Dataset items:
>>>>>

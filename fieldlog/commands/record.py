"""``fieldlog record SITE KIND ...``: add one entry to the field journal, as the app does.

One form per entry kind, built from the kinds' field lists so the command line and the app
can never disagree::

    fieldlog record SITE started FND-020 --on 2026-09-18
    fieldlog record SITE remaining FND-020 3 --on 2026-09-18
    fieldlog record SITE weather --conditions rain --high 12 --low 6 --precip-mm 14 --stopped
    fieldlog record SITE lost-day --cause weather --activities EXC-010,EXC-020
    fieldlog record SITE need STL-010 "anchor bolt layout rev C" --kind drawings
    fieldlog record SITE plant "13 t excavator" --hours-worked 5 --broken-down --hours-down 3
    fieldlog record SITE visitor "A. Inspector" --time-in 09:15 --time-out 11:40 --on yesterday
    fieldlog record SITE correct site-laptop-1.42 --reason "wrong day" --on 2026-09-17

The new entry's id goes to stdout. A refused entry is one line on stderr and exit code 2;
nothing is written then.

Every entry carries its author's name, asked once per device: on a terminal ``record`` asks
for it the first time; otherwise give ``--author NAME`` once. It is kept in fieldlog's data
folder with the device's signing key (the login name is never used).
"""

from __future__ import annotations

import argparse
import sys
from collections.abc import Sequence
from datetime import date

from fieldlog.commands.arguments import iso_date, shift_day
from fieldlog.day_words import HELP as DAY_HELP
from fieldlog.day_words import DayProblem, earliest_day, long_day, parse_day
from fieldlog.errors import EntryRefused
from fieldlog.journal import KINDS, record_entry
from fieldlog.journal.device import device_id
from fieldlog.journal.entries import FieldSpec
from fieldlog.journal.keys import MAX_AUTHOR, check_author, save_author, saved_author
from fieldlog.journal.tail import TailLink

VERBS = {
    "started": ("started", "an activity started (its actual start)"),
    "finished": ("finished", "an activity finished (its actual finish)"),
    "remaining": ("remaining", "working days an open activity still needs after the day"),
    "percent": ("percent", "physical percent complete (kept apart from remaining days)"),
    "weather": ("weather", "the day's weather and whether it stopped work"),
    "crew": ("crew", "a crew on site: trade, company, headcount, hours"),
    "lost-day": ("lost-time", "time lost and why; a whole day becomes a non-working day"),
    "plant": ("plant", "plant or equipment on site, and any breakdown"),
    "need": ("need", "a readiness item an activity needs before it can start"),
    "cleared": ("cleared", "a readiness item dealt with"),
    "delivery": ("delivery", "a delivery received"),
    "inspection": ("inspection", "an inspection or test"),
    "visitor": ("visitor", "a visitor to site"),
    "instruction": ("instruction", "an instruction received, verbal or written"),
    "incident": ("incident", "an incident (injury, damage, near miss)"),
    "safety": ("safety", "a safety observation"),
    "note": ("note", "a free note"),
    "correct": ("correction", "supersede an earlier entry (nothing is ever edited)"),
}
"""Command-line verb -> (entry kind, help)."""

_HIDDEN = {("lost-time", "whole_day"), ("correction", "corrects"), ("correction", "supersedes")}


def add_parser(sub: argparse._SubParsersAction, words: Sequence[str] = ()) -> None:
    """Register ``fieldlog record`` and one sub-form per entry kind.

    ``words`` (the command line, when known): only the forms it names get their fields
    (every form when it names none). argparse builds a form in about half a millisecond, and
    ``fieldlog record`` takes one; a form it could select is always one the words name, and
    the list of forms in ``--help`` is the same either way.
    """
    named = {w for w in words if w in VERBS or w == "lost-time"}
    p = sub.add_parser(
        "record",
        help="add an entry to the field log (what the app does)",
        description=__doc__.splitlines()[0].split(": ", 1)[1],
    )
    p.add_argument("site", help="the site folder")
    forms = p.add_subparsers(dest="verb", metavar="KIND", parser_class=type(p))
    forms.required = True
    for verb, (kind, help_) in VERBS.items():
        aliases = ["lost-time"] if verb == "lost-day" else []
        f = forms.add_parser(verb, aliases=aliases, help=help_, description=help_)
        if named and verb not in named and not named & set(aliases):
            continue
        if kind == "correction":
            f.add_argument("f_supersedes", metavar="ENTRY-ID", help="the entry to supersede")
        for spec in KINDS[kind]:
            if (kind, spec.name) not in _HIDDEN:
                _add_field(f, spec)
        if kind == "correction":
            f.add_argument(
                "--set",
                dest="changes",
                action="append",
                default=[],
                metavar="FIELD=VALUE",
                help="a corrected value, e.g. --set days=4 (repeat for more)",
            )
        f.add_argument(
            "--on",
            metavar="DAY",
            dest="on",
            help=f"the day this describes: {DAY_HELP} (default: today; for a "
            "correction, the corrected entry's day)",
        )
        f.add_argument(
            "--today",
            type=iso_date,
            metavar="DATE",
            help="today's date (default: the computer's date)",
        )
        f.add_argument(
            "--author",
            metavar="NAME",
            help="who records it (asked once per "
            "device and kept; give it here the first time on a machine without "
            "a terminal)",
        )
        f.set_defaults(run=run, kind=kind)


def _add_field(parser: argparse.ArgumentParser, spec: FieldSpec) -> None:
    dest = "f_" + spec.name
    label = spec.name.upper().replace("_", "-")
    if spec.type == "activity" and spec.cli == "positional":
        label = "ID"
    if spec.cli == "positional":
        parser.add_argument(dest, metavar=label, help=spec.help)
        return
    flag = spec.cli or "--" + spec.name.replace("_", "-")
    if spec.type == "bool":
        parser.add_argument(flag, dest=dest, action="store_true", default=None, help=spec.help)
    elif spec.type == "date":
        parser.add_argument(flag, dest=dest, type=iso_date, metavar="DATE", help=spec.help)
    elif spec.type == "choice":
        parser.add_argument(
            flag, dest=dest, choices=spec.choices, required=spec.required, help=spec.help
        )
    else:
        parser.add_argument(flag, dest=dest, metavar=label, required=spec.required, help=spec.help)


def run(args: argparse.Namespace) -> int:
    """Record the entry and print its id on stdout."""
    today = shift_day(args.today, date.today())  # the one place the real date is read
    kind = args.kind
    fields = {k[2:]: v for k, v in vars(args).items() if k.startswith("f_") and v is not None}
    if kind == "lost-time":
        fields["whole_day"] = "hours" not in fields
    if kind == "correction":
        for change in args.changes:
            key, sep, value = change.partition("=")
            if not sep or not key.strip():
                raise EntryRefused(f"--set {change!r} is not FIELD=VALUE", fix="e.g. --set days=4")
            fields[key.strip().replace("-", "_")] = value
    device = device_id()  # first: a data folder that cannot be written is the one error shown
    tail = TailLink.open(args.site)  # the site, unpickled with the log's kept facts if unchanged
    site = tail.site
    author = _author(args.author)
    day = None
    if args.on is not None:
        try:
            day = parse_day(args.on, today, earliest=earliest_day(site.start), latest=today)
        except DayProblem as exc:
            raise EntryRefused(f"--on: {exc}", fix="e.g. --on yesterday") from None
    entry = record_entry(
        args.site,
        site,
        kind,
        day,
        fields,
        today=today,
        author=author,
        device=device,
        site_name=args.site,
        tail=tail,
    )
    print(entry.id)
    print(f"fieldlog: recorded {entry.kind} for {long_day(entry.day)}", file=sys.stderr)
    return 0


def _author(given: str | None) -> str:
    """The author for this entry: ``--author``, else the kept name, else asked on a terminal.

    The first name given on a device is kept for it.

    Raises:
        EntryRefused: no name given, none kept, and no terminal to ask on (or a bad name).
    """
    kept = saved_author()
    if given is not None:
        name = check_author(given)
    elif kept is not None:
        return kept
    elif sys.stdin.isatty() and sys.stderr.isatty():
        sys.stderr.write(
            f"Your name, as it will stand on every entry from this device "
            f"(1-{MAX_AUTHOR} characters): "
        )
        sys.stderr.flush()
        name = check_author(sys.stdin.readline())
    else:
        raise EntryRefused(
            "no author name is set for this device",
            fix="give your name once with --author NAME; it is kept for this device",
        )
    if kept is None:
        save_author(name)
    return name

<<<<<
>>>>>

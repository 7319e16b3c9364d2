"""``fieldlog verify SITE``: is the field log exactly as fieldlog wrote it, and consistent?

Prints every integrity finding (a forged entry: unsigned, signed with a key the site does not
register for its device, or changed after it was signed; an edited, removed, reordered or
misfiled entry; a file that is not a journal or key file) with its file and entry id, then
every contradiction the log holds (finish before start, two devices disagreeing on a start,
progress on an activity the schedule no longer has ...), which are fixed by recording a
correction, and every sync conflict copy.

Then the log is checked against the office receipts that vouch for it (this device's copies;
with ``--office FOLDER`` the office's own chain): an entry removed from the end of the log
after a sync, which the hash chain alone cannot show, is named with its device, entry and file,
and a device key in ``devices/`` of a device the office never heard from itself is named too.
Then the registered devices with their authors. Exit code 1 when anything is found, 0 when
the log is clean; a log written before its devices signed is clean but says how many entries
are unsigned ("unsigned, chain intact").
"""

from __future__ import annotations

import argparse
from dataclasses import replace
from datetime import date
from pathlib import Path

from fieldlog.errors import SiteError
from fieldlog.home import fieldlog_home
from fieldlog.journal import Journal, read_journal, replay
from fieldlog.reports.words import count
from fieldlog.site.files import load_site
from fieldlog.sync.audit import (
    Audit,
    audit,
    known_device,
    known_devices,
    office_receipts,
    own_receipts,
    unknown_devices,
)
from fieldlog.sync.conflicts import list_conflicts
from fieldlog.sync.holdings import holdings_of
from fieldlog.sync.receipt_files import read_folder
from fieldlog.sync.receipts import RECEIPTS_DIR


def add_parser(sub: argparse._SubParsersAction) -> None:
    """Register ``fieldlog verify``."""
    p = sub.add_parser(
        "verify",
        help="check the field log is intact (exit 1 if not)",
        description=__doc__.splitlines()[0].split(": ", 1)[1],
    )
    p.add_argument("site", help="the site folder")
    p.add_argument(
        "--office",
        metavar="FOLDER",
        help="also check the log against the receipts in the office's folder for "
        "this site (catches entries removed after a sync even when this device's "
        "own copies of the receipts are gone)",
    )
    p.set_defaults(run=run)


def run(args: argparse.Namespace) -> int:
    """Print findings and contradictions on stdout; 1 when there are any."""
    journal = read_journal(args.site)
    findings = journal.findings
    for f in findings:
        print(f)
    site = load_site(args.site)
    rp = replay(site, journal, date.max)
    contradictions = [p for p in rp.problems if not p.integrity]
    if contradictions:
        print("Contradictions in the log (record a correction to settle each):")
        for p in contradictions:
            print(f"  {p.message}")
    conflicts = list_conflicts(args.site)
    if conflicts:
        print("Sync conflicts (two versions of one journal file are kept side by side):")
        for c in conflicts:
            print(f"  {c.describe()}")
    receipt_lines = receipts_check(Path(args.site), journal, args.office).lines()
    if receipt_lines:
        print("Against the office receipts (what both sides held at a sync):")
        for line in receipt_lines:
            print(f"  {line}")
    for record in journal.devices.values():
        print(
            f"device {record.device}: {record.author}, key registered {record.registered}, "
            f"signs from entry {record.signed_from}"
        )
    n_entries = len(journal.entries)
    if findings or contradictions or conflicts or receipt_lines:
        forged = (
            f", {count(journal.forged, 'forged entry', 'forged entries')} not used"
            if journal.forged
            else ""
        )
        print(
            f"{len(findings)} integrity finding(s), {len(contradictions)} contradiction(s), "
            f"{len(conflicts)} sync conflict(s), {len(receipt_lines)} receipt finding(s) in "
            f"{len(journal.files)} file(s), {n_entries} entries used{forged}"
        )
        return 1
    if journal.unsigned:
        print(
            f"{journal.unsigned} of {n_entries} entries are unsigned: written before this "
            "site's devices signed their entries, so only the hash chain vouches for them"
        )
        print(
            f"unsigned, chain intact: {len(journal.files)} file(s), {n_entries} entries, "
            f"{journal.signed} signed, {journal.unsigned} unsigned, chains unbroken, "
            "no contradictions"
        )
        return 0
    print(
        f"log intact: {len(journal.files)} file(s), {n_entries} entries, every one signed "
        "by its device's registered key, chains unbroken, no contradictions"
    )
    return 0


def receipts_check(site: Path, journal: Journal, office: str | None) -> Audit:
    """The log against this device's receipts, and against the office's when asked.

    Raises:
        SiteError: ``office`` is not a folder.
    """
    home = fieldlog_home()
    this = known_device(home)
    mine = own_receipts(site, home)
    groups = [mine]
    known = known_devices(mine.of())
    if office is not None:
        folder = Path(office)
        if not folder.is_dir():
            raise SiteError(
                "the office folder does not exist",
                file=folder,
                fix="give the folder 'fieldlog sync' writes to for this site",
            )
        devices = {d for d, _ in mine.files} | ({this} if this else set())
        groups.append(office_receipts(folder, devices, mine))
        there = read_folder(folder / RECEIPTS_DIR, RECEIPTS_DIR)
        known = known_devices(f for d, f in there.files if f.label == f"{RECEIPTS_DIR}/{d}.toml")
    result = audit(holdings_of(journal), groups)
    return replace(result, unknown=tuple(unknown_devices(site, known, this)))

<<<<<

## Work instructions
All lines above from the one containing "filename fieldlog/commands/record.py" to the one containing "from fieldlog.journal.entries import" must be repeated exactly, both lines included, and no others.

## Response to this task
filename fieldlog/commands/record.py
"""``fieldlog record SITE KIND ...``: add one entry to the field journal, as the app does.

One form per entry kind, built from the kinds' field lists so the command line and the app
can never disagree::

    fieldlog record SITE started FND-020 --on 2026-09-18
    fieldlog record SITE remaining FND-020 3 --on 2026-09-18
    fieldlog record SITE weather --conditions rain --high 12 --low 6 --precip-mm 14 --stopped
    fieldlog record SITE lost-day --cause weather --activities EXC-010,EXC-020
    fieldlog record SITE need STL-010 "anchor bolt layout rev C" --kind drawings
    fieldlog record SITE plant "13 t excavator" --hours-worked 5 --broken-down --hours-down 3
    fieldlog record SITE visitor "A. Inspector" --time-in 09:15 --time-out 11:40 --on yesterday
    fieldlog record SITE correct site-laptop-1.42 --reason "wrong day" --on 2026-09-17

The new entry's id goes to stdout. A refused entry is one line on stderr and exit code 2;
nothing is written then.

Every entry carries its author's name, asked once per device: on a terminal ``record`` asks
for it the first time; otherwise give ``--author NAME`` once. It is kept in fieldlog's data
folder with the device's signing key (the login name is never used).
"""

from __future__ import annotations

import argparse
import sys
from collections.abc import Sequence
from datetime import date

from fieldlog.commands.arguments import iso_date, shift_day
from fieldlog.day_words import HELP as DAY_HELP
from fieldlog.day_words import DayProblem, earliest_day, long_day, parse_day
from fieldlog.errors import EntryRefused
from fieldlog.journal import KINDS, record_entry
from fieldlog.journal.device import device_id
from fieldlog.journal.entries import FieldSpec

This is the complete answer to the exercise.